▶ [Problem details]: Lines with "value": copy each one from the listing below.

** Records provided follows **

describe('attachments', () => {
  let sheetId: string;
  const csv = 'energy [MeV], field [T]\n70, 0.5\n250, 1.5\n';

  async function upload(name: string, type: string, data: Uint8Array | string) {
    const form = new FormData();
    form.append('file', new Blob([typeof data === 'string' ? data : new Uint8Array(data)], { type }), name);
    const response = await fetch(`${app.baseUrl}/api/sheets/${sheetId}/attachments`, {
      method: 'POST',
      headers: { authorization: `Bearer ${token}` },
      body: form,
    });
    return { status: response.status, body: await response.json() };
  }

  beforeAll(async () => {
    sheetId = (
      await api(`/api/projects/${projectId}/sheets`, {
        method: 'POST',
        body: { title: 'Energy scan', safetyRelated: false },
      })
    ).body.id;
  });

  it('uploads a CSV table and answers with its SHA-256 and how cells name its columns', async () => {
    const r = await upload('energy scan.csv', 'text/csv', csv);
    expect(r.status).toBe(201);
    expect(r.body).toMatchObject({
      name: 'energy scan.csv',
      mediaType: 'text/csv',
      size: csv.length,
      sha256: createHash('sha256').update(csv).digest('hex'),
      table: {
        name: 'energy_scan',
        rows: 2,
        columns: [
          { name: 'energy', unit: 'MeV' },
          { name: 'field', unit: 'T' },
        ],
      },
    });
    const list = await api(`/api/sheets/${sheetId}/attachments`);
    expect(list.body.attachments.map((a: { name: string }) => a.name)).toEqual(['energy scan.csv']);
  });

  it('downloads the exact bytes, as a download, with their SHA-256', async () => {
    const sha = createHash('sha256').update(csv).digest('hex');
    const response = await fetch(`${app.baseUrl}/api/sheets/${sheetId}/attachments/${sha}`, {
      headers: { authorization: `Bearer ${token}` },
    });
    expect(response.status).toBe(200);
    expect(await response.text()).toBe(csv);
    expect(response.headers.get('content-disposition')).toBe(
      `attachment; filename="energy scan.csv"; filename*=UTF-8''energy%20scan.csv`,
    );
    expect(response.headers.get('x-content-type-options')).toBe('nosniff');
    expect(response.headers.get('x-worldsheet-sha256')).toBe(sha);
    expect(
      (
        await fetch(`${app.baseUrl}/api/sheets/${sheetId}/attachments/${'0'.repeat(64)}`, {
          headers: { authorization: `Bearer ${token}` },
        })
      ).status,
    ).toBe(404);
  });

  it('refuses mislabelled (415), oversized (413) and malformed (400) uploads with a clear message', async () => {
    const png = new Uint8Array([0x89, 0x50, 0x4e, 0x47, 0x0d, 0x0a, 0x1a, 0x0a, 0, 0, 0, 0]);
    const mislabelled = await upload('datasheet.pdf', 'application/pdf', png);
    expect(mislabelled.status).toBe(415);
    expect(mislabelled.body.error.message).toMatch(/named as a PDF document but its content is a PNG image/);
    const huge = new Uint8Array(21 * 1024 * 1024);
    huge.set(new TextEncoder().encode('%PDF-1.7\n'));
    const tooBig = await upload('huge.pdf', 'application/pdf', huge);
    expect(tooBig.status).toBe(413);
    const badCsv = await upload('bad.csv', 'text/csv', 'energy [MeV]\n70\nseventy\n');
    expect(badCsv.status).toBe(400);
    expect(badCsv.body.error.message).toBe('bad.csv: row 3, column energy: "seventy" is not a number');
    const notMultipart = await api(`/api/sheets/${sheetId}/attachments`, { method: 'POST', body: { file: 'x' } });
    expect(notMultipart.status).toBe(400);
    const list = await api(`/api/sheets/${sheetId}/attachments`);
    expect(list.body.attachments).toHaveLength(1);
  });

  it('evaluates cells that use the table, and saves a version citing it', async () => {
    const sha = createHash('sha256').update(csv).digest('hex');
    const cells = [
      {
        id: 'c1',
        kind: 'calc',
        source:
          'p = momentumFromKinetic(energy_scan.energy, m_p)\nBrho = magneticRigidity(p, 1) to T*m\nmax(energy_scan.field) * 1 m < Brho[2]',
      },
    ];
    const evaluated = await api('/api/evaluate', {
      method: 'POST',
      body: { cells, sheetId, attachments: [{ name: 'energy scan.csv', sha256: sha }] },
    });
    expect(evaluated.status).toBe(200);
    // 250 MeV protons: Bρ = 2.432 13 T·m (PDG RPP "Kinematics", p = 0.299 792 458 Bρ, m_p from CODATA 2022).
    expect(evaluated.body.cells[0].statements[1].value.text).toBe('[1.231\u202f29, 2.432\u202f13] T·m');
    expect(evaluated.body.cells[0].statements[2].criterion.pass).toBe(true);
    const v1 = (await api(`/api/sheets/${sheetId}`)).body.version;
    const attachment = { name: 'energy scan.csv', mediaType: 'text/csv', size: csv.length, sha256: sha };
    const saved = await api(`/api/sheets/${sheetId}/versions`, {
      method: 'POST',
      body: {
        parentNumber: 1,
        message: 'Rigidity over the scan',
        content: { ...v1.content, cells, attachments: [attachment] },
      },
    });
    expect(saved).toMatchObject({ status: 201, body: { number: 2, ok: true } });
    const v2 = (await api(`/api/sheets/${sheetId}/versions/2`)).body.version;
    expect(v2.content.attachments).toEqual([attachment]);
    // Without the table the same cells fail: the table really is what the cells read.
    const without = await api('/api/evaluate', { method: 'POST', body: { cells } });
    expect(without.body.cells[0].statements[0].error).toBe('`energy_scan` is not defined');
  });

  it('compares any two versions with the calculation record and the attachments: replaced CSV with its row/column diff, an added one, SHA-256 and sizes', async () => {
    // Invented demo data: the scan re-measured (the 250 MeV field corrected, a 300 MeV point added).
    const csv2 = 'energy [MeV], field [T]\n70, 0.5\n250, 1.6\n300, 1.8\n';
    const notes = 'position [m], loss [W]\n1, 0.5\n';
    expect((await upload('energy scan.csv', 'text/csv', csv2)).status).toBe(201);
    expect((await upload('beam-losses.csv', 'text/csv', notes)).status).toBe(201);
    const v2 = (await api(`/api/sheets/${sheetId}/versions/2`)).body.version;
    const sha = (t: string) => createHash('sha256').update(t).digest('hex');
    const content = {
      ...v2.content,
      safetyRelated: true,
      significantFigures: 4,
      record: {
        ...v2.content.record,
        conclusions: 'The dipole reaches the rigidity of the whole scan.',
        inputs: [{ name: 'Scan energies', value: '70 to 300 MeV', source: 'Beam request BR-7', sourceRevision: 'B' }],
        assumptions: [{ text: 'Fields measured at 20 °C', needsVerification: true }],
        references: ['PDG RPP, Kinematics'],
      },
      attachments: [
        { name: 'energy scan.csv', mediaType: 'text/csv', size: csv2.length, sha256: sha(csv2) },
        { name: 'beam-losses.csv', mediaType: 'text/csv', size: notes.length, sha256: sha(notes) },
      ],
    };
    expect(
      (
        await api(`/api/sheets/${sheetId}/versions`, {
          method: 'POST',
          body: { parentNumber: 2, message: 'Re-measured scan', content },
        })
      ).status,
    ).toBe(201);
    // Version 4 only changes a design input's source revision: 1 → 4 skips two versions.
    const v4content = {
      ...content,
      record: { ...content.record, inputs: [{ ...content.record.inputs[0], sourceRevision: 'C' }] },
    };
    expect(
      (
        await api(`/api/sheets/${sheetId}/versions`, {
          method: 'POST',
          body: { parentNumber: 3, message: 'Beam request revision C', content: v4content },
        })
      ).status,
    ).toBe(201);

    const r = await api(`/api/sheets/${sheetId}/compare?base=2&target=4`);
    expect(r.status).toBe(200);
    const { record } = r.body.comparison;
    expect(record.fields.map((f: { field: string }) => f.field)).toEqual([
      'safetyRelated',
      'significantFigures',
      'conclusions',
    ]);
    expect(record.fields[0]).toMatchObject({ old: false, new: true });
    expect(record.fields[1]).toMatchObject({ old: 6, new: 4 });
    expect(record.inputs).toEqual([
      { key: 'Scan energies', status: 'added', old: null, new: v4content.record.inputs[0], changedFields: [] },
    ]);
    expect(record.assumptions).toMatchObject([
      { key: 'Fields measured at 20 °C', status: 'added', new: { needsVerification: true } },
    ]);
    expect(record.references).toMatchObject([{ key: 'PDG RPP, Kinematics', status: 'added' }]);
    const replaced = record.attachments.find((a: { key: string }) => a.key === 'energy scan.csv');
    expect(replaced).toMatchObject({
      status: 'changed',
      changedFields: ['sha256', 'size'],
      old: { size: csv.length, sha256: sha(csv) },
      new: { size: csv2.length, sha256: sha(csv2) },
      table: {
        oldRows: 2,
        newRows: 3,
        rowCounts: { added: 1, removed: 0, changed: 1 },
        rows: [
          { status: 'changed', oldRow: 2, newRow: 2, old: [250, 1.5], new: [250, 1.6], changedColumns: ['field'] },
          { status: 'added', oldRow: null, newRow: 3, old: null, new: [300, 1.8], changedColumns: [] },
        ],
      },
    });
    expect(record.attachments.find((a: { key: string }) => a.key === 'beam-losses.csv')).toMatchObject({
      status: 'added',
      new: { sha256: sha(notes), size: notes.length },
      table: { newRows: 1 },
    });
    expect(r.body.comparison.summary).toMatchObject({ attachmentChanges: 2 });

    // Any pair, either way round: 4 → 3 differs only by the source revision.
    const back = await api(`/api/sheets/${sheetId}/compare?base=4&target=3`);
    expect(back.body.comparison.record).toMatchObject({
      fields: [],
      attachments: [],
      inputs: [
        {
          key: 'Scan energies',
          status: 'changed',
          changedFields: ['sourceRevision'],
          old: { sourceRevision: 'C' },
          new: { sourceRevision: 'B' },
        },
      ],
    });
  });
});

** End of Records provided **

▶ [Reply to the exercise]:
    expect(evaluated.body.cells[0].statements[1].value.text).toBe('[1.231\u202f29, 2.432\u202f13] T·m');
        inputs: [{ name: 'Scan energies', value: '70 to 300 MeV', source: 'Beam request BR-7', sourceRevision: 'B' }],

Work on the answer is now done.